Instructions for the task:
Lines with the word "resolve" are the answer; copy each of them from the data below.

#### Working data

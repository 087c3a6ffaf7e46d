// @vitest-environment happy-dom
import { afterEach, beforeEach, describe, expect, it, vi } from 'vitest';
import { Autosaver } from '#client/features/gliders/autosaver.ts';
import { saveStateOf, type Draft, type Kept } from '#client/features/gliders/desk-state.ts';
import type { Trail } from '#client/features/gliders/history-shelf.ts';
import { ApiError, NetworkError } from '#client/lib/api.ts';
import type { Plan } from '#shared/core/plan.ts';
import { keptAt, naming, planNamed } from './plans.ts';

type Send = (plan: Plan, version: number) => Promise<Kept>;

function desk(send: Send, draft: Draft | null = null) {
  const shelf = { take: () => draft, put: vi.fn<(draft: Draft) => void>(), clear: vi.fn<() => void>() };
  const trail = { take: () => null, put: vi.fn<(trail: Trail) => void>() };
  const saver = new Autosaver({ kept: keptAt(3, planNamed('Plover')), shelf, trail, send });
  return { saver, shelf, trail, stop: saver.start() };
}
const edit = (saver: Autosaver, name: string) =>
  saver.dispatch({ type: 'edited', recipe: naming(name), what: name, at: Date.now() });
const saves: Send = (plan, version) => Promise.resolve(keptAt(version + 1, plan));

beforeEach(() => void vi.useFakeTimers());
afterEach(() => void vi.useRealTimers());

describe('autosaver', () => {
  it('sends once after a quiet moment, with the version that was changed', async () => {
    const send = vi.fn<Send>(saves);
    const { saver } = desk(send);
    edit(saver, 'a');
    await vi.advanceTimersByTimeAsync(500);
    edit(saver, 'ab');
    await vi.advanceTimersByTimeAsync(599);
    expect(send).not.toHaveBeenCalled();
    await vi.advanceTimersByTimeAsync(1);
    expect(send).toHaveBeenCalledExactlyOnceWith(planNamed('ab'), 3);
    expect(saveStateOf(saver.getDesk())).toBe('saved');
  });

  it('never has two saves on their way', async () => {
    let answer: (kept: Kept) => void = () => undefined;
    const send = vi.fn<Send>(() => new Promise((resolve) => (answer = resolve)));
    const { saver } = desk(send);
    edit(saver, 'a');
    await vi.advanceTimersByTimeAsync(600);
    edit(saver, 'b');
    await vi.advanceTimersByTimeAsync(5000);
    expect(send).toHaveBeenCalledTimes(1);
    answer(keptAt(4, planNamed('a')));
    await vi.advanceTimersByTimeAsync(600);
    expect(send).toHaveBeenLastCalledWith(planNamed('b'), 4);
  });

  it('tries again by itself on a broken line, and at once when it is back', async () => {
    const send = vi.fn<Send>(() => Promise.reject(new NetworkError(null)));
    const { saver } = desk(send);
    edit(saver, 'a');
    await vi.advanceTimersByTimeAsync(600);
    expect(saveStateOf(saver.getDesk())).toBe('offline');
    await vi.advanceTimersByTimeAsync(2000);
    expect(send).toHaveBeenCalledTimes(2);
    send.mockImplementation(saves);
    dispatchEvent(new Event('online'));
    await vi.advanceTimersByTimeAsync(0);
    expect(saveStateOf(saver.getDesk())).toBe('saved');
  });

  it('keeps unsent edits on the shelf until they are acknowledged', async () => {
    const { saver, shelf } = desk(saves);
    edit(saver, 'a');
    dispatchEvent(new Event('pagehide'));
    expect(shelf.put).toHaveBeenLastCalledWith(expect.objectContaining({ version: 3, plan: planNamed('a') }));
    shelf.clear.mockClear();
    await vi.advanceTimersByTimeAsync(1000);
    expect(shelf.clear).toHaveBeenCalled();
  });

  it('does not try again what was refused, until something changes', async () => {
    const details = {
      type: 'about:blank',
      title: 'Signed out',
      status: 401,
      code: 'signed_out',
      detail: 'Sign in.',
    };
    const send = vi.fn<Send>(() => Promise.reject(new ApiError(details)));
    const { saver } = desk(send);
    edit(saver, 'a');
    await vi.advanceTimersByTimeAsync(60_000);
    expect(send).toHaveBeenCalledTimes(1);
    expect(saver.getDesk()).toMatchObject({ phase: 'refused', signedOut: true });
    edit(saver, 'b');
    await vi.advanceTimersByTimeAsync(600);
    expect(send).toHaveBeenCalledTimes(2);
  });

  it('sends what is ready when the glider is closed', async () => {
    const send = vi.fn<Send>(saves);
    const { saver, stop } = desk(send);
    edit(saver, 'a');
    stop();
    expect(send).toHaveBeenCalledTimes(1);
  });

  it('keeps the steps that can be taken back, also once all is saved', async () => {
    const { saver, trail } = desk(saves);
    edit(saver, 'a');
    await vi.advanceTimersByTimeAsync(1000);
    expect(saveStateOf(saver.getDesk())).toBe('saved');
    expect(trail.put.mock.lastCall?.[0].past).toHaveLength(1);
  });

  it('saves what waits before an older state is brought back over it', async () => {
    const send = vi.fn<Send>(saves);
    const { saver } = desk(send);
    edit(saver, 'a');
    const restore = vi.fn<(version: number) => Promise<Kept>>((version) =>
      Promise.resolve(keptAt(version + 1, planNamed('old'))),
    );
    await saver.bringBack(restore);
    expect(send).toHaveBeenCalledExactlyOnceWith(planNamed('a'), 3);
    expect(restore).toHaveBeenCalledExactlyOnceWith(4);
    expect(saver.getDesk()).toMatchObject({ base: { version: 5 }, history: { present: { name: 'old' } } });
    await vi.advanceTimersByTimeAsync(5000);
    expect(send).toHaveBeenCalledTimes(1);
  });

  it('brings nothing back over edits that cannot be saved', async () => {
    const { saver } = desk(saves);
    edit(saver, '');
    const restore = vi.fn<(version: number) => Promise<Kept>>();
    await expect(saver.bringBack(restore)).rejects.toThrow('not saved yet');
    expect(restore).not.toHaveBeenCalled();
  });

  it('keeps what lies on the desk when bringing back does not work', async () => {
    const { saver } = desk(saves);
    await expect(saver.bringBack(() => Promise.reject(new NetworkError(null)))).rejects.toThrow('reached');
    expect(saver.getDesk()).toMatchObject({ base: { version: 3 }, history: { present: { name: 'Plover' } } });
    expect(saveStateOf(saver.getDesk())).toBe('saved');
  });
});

########

Problem solution:
const saves: Send = (plan, version) => Promise.resolve(keptAt(version + 1, plan));
    const send = vi.fn<Send>(() => new Promise((resolve) => (answer = resolve)));
      Promise.resolve(keptAt(version + 1, planNamed('old'))),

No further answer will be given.